Can’t say that I remember what I wrote so I am kind of curious to see what 27 year-old Josh thought was important. Got a few ideas, but can’t say whether they are correct or not.
What I know for certain is I have come to learn that Marcus Aurelius was correct and that’s different from who I was at 27.
That guy would have scoffed at the idea and so many other things. He knew better and undoubtedly would tell me that somewhere between now and then I lost the plot on some things.
I don’t think he would believe half the crap I could tell him, certainly wouldn’t believe that 55 year-old Josh could beat him in almost anything.
But 55 year-old Josh has the benefit of experience. I know everything he did and a lifetime of things he hasn’t ever experienced.
Though I wouldn’t mind getting that 27 year-old body back if for no other reason than the lower miles. Even if I was in exactly the shape I want to be in some things wouldn’t be the same.
It is ok, I have earned my stripes and my scars. Found a couple of new ones recently and laughed because I don’t remember getting them.
Things happen.
Beard has finally grown back and looks like it never left. Suppose that happened a while back, but time is moving so fast I sometimes miss things.
Feels like January was last week but here we are approaching summer at breakneck speed.
Hard to believe my daughter is halfway through her undergrad years and that we’re beginning to dig into serious conversations about next steps.
Hell, my youngest nephew is 18 and finishing high school. Won’t be long before we’re all in California together and the boys can argue about who is officially the tallest.
It is five years since the last time we were all together. The difference in age was the defining factor then. Now there is no doubt the granddaughters have been overtaken by all of the boys, not that it matters.
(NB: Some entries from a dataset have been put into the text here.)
#[cfg(test)]
mod tests {
    use super::*;
    use proptest::prelude::*;

    /// Exact model of `round(v / 2^s)` with ties away from zero, in i128.
    fn exact_round_div_pow2(v: i128, s: u32) -> i128 {
        if s == 0 {
            return v;
        }
        let d = 1i128 << s;
        let mag = (v.abs() + d / 2) / d;
        if v < 0 {
            -mag
        } else {
            mag
        }
    }

    #[test]
    fn mul_q31_edge_cases() {
        // Jacob et al. 2018: the one overflowing case saturates.
        assert_eq!(mul_q31(i32::MIN, i32::MIN), i32::MAX);
        assert_eq!(mul_q31(i32::MIN, i32::MAX), -i32::MAX);
        assert_eq!(mul_q31(i32::MAX, i32::MAX), i32::MAX - 1);
        assert_eq!(mul_q31(0, i32::MIN), 0);
        // Ties: 1 * 2^30 / 2^31 = 0.5 -> 1, and -0.5 -> -1 (away from zero).
        assert_eq!(mul_q31(1, 1 << 30), 1);
        assert_eq!(mul_q31(-1, 1 << 30), -1);
        assert_eq!(mul_q31(3, 1 << 30), 2); // 1.5 -> 2
        assert_eq!(mul_q31(-3, 1 << 30), -2); // -1.5 -> -2
    }

    #[test]
    fn round_shr_edge_cases() {
        assert_eq!(round_shr(5, 1), 3);
        assert_eq!(round_shr(-5, 1), -3);
        assert_eq!(round_shr(4, 1), 2);
        assert_eq!(round_shr(-1, 1), -1);
        assert_eq!(round_shr(1, 1), 1);
        assert_eq!(round_shr(i32::MIN, 31), -1);
        assert_eq!(round_shr(i32::MAX, 31), 1);
        assert_eq!(round_shr(i32::MIN, 32), -1);
        assert_eq!(round_shr(i32::MAX, 32), 0);
        assert_eq!(round_shr(i32::MIN, 40), 0);
        assert_eq!(round_shr(7, 0), 7);
    }

    #[test]
    fn saturation_edges() {
        assert_eq!(sat_i16(40_000), i16::MAX);
        assert_eq!(sat_i16(-40_000), i16::MIN);
        assert_eq!(sat_i8(-129), i8::MIN);
        assert_eq!(sat_shl(1, 31), i32::MAX);
        assert_eq!(sat_shl(-1, 31), i32::MIN);
        assert_eq!(sat_shl(-1, 30), -(1 << 30));
        assert_eq!(sat_shl(1 << 20, 11), i32::MAX);
        assert_eq!(sat_shl(-(1 << 20), 11), i32::MIN);
        assert_eq!(sat_shl(-(1 << 20), 10), -(1 << 30));
        assert!(saturates_i16(32_768));
        assert!(!saturates_i16(-32_768));
    }

    #[test]
    fn from_real_round_trips() {
        for &s in &[1.0, 0.5, 0.75, 1e-6, 3.0e-12, 123.456, 0.999_999_999_9] {
            let rq = Requant::from_real(s).unwrap();
            assert!(rq.mult >= 1 << 30, "{s}: {rq:?}");
            let back = rq.to_real();
            assert!(((back - s) / s).abs() <= 1.0 / 2_147_483_648.0, "{s} -> {back}");
        }
        assert_eq!(Requant::ONE.to_real(), 1.0);
        assert_eq!(Requant::from_real(1.0).unwrap(), Requant::ONE);
        assert_eq!(Requant::from_real(0.0).unwrap().apply(12345), 0);
        assert_eq!(Requant::from_real(-1.0), Err(ScaleError::NotFinitePositive));
        assert_eq!(Requant::from_real(f64::NAN), Err(ScaleError::NotFinitePositive));
        assert_eq!(Requant::from_real(1e-30), Err(ScaleError::OutOfRange));
        assert_eq!(Requant::from_real(1e12), Err(ScaleError::OutOfRange));
    }

    #[test]
    fn to_fixed_matches_fixed_crate() {
        // Cross-check against the `fixed` crate's float-to-fixed conversion on
        // values that are not ties (where every round-to-nearest rule agrees).
        use fixed::types::I4F12;
        for i in -2000..2000 {
            let x = i as f64 * 0.003_7 + 0.000_01;
            let ours = to_fixed_i32(x, 12);
            let theirs = I4F12::saturating_from_num(x).to_bits() as i32;
            assert_eq!(ours, theirs, "x = {x}");
        }
        // And the Q0.15 format used for hidden states.
        use fixed::types::I1F15;
        for i in -1000..=1000 {
            let x = i as f64 / 1000.0 * 0.999;
            assert_eq!(to_fixed_i32(x, 15), I1F15::from_num(x).to_bits() as i32);
        }
        // Ties follow Lapwing's documented rule: half away from zero.
        assert_eq!(to_fixed_i32(2.5 / 4096.0, 12), 3);
        assert_eq!(to_fixed_i32(-2.5 / 4096.0, 12), -3);
        assert_eq!(to_fixed_i32(1e10, 12), i32::MAX);
        assert_eq!(to_fixed_i32(f64::NAN, 12), 0);
    }

    #[test]
    fn mul_q31_matches_fixed_crate() {
        // The `fixed` crate's I1F31 multiply truncates; compare within 1 LSB
        // and exactly against our own exact model.
        use fixed::types::I1F31;
        let vals = [i32::MIN + 1, -123_456_789, -1, 0, 1, 77, 1 << 30, 2_000_000_000];
        for &a in &vals {
            for &b in &vals {
                let theirs = (I1F31::from_bits(a).wrapping_mul(I1F31::from_bits(b))).to_bits();
                let ours = mul_q31(a, b);
                assert!((ours as i64 - theirs as i64).abs() <= 1, "{a} * {b}");
            }
        }
    }

    proptest! {
        #[test]
        fn mul_q31_is_exact_rounding(a in any::<i32>(), b in any::<i32>()) {
            let exact = exact_round_div_pow2(a as i128 * b as i128, 31);
            let exact = exact.clamp(i32::MIN as i128, i32::MAX as i128);
            prop_assert_eq!(mul_q31(a, b) as i128, exact);
        }

        #[test]
        fn round_shr_is_exact_rounding(x in any::<i32>(), s in 0u32..40) {
            prop_assert_eq!(round_shr(x, s) as i128, exact_round_div_pow2(x as i128, s));
        }

        #[test]
        fn sat_shl_matches_exact(x in any::<i32>(), s in 0u32..40) {
            let exact = (x as i128) << s.min(100);
            let exact = exact.clamp(i32::MIN as i128, i32::MAX as i128);
            prop_assert_eq!(sat_shl(x, s) as i128, exact);
        }

        #[test]
        fn requant_within_one_lsb(acc in any::<i32>(), scale_exp in -40i32..20, mant in 0.5f64..1.0) {
            // The Jacob et al. 2018 requantization rule against exact f64/i128 math.
            let scale = mant * libm::exp2(scale_exp as f64);
            let rq = Requant::from_real(scale).unwrap();
            let exact = acc as f64 * rq.to_real();
            let got = rq.apply(acc) as f64;
            let clamped = exact.clamp(i32::MIN as f64, i32::MAX as f64);
            prop_assert!((got - clamped).abs() <= 1.0, "acc {} scale {} got {} exact {}", acc, scale, got, exact);
        }
    }

    proptest! {
        #![proptest_config(ProptestConfig::with_cases(8192))]
        #[test]
        fn requant_nonneg_matches_apply(acc in any::<i32>(), mult in 0i32..=i32::MAX, shift in -31i32..=62) {
            let rq = Requant { mult, shift };
            prop_assert_eq!(requant_nonneg(acc, mult, shift), rq.apply(acc));
        }

        #[test]
        fn mul_q31_nonneg_matches(a in prop_oneof![Just(0), Just(1), Just(i32::MAX), 0i32..=i32::MAX],
                                  b in prop_oneof![Just(i32::MIN), Just(-1), Just(0), Just(i32::MAX), any::<i32>()],
                                  s in 0u32..40) {
            prop_assert_eq!(mul_q31_nonneg(a, b), mul_q31(a, b));
            prop_assert_eq!(round_shr_inner(mul_q31_nonneg(a, b), s), round_shr(mul_q31(a, b), s));
        }

        #[test]
        fn mul_wide_halves_is_exact(
            a in prop_oneof![Just(i32::MIN), Just(i32::MAX), Just(-1), Just(0), Just(0xffff), Just(-0x10000), any::<i32>()],
            b in prop_oneof![Just(i32::MIN), Just(i32::MAX), Just(-1), Just(0), Just(0xffff), Just(-0x10000), any::<i32>()],
        ) {
            prop_assert_eq!(mul_wide_halves(a, b), a as i64 * b as i64);
            prop_assert_eq!(mul_wide(a, b), a as i64 * b as i64);
        }

        #[test]
        fn requant_nonneg_matches_apply_at_edges(
            acc in prop_oneof![Just(i32::MIN), Just(i32::MIN + 1), Just(-1), Just(0), Just(1), Just(i32::MAX), any::<i32>(), -(1i32 << 16)..(1 << 16)],
            // Multipliers with many trailing zeros make rounding ties common.
            mult in prop_oneof![Just(0), Just(1), Just(1 << 30), Just(i32::MAX), 0i32..=i32::MAX, (0i32..64).prop_map(|m| m << 25)],
            shift in prop_oneof![Just(-31), Just(-30), Just(-1), Just(0), Just(1), Just(31), Just(32), Just(33), Just(62), -31i32..=62],
        ) {
            prop_assert_eq!(requant_nonneg(acc, mult, shift), Requant { mult, shift }.apply(acc));
        }
    }
}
Letters & Words Upon A Page
I put some more thoughts down about plans and ideas because I wanted to be deliberate in how I move ahead. Wanted to make sure that my ideas were clarified and measured against something I could use for accountability.
Reached out today on a different topic and asked for someone to give me some guidelines on a couple of things or to be prepared for me to take action.
I am tired of the silence and being asked to just guess so I drew the line in the sand and said enough.
They told me they would try to get something more than ambiguous remarks and I said thank you.
But I followed up with text about next steps and then called to make sure it had been read.
“I know how to make things happen and am uninterested in being told to do more while being throttled. I’ll wait for a response and then I’ll do things my way.”
Felt like a relief to put that out there.
****
Took a look around and saw more friends and people I know becoming grandparents, getting divorced and or getting remarried.
Took a look around and heard more stories about people moving into bigger homes in places they want to retire and or downsizing because their kids are out.
Growing more uncommon to know people who are my age who still have two living parents and more common to hear people talk about retiring or being close to it.
It is surreal to hear what I used to think of as old person talk come from contemporaries so I guess we must be becoming older people.
Don’t feel old but don’t feel that young either.
Went so damn fast, but there is still much to do and experience. Kind of exciting.